● Assignment:
From the records below, copy out each line that has the word "versions".

[Collected data]
== == ==
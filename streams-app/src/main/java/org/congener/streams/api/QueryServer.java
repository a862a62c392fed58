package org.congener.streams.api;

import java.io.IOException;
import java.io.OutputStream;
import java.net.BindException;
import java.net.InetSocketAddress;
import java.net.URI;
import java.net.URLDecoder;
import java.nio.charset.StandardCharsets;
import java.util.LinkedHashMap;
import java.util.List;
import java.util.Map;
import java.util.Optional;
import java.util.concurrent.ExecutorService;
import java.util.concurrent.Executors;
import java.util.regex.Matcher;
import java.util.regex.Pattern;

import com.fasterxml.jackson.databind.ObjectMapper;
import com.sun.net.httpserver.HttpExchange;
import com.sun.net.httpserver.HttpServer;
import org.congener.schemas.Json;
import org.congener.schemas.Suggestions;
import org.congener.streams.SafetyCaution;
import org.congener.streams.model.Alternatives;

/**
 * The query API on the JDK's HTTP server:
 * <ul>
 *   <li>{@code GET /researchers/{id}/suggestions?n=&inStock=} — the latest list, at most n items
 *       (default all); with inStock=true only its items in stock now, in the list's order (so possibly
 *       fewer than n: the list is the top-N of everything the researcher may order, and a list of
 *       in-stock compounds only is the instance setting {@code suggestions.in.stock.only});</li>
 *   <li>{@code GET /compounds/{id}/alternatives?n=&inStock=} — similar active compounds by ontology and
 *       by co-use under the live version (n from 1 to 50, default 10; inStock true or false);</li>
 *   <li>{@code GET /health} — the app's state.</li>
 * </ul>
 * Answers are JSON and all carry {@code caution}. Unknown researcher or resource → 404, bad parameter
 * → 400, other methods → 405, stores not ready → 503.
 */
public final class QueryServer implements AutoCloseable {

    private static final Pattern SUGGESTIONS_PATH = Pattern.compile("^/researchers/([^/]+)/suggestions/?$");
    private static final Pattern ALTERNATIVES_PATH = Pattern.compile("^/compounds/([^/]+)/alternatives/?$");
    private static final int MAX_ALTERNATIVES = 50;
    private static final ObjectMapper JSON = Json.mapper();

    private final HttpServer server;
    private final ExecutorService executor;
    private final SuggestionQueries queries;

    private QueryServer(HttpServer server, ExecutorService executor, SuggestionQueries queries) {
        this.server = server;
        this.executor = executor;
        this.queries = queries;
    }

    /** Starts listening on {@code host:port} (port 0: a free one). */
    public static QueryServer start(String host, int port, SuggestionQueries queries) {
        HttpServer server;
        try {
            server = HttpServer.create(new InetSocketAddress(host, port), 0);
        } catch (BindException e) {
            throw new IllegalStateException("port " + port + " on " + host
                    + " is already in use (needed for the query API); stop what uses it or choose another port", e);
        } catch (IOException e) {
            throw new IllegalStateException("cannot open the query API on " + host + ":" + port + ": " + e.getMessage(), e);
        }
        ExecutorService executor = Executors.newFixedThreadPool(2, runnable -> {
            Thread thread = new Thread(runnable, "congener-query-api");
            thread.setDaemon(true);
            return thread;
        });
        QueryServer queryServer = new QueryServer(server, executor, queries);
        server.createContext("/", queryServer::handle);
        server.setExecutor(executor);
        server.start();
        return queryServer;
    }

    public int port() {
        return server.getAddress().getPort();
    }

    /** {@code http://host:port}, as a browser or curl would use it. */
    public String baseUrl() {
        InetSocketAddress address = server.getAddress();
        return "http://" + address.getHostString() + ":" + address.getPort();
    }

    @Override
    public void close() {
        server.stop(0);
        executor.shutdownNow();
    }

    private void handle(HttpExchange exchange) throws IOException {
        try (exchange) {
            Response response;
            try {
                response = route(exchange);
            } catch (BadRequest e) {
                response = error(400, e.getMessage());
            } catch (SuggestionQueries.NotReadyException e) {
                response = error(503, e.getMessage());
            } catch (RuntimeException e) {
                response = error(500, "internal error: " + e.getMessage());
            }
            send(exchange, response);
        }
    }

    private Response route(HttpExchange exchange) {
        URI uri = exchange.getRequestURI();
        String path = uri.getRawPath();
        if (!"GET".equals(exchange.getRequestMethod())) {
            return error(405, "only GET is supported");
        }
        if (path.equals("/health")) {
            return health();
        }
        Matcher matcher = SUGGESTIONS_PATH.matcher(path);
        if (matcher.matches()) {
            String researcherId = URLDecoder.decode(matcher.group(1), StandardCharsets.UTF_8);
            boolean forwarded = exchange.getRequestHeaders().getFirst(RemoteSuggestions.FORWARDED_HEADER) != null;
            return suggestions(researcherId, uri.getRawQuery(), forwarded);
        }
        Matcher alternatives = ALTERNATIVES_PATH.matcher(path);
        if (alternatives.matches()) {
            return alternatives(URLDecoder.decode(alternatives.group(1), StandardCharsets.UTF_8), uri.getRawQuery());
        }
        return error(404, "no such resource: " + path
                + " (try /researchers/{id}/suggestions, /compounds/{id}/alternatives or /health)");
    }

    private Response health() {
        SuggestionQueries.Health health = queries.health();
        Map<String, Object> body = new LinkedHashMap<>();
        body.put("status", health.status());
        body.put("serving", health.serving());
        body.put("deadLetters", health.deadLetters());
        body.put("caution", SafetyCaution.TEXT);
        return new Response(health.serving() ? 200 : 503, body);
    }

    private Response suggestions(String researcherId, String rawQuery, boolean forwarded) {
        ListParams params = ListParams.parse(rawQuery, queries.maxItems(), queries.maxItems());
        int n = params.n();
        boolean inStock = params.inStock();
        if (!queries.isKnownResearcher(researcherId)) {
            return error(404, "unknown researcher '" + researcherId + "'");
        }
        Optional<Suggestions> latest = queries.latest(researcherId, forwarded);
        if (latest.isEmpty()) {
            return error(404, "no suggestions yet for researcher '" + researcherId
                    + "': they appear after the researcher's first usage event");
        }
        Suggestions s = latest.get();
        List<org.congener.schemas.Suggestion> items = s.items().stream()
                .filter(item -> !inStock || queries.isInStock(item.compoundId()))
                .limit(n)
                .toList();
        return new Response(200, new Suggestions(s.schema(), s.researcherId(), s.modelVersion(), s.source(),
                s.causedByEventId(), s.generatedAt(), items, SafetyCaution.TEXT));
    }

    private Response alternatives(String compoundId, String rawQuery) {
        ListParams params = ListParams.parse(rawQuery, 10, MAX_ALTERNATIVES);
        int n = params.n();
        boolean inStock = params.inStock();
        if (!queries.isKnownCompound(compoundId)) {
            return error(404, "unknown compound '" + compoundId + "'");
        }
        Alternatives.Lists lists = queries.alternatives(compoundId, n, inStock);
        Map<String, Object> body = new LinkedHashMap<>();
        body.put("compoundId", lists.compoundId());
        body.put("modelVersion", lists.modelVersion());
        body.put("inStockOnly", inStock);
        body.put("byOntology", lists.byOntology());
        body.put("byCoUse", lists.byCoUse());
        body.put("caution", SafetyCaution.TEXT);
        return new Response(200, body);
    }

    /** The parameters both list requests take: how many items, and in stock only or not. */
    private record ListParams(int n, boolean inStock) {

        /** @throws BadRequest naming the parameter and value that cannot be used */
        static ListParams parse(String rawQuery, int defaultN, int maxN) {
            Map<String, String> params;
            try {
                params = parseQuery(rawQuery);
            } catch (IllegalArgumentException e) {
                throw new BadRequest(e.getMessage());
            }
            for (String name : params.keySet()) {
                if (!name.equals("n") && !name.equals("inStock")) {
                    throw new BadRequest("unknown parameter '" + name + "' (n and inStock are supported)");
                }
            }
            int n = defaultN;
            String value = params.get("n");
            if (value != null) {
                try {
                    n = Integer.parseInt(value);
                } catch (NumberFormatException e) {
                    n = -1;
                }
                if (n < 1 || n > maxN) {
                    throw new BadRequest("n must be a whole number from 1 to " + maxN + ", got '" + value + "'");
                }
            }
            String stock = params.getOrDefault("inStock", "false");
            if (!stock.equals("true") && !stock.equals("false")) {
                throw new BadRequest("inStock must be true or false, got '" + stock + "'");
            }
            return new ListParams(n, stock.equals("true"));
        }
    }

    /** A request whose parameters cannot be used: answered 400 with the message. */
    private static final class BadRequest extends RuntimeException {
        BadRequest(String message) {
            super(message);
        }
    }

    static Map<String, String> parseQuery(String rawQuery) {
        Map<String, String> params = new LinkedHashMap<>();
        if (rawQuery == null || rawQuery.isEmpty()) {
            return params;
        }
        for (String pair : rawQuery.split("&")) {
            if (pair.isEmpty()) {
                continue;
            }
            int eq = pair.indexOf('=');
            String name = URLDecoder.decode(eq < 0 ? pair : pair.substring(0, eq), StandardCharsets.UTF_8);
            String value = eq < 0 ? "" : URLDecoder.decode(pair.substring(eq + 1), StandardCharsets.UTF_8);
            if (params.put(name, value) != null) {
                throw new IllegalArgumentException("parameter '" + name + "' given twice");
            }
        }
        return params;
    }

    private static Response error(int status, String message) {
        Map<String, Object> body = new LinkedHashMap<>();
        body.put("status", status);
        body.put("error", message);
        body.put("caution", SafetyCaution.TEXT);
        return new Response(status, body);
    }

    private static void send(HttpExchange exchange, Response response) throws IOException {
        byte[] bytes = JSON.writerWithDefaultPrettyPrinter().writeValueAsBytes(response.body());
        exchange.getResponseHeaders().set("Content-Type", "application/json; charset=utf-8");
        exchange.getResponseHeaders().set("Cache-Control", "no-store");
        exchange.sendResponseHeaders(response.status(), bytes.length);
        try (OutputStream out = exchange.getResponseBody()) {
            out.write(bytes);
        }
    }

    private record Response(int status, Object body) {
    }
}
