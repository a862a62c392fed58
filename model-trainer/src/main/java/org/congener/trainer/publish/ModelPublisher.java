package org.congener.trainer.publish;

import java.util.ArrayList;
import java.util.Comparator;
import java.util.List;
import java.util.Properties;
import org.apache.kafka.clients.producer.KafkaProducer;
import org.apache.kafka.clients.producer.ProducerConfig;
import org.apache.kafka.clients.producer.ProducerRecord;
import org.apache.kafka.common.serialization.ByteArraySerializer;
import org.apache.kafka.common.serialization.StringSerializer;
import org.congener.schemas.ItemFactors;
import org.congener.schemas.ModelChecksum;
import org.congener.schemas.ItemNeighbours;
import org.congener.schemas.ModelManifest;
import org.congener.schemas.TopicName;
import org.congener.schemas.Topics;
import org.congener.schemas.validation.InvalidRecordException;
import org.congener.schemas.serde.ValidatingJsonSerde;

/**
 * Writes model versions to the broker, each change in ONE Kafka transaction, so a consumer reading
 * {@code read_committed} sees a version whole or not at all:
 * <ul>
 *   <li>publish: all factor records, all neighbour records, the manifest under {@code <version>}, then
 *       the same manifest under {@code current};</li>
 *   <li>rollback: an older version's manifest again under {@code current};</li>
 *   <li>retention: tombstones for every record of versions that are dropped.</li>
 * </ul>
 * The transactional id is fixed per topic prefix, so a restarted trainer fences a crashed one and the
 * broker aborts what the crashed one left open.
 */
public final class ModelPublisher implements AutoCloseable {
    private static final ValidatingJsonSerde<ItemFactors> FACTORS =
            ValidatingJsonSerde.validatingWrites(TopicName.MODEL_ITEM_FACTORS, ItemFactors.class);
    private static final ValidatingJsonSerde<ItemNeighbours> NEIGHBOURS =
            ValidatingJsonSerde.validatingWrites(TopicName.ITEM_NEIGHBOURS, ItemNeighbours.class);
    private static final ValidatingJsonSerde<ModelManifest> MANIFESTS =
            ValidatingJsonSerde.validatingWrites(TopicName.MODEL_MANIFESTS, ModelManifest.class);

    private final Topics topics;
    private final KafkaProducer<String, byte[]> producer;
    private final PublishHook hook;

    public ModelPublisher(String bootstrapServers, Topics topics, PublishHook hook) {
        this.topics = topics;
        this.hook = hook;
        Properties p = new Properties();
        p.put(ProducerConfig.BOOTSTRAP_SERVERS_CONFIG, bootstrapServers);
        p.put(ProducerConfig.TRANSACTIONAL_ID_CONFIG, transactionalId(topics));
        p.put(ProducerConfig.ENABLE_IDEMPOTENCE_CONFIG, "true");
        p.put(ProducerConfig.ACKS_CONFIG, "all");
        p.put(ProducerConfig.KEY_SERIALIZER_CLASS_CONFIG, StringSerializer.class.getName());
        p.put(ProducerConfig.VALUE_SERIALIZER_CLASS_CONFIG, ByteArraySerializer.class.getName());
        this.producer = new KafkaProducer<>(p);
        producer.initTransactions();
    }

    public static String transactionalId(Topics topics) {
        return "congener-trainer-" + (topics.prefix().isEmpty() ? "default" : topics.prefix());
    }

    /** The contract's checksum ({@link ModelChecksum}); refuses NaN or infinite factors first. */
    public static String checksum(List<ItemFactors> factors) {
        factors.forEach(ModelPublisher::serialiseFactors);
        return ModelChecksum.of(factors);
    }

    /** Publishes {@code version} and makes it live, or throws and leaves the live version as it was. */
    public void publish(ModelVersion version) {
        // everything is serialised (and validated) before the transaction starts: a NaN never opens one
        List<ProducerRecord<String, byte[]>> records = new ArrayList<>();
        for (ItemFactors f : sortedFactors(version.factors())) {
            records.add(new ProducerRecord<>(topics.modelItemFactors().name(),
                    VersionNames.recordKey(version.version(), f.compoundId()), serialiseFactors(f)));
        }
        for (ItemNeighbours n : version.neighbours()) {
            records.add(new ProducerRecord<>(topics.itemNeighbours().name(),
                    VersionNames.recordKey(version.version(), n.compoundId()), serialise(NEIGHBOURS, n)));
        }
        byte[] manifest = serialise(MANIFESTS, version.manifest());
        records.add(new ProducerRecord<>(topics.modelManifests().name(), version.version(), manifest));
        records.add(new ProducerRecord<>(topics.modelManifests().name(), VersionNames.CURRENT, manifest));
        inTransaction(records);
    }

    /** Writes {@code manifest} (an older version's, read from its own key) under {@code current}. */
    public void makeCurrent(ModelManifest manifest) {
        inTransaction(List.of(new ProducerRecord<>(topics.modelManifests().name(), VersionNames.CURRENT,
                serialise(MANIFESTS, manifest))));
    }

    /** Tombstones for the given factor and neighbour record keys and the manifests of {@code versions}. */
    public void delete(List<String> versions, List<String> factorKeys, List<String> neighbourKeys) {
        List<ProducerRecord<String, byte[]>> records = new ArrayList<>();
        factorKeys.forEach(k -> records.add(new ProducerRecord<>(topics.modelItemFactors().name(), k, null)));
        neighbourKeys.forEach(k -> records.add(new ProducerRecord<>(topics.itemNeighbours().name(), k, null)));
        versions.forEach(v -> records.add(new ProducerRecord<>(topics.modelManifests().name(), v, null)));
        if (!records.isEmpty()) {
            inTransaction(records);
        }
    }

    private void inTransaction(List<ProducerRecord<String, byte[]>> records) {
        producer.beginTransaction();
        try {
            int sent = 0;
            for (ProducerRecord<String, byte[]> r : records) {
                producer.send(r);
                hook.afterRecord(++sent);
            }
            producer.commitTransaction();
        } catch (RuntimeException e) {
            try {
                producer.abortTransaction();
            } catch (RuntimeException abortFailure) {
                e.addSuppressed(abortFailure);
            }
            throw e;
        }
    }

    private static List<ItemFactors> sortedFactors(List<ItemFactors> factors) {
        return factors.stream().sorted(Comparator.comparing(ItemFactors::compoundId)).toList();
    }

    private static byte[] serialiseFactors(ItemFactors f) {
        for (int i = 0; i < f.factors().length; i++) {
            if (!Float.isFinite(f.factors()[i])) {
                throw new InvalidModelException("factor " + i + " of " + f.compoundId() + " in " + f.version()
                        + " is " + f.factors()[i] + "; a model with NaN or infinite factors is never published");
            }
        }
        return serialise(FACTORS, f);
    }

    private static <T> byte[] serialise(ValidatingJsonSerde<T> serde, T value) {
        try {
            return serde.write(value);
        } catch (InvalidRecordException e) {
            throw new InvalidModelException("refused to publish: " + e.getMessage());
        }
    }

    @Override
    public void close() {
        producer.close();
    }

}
== == ==
● Response to this task:
 * Writes model versions to the broker, each change in ONE Kafka transaction, so a consumer reading
 *   <li>retention: tombstones for every record of versions that are dropped.</li>
    /** Tombstones for the given factor and neighbour record keys and the manifests of {@code versions}. */
    public void delete(List<String> versions, List<String> factorKeys, List<String> neighbourKeys) {
        versions.forEach(v -> records.add(new ProducerRecord<>(topics.modelManifests().name(), v, null)));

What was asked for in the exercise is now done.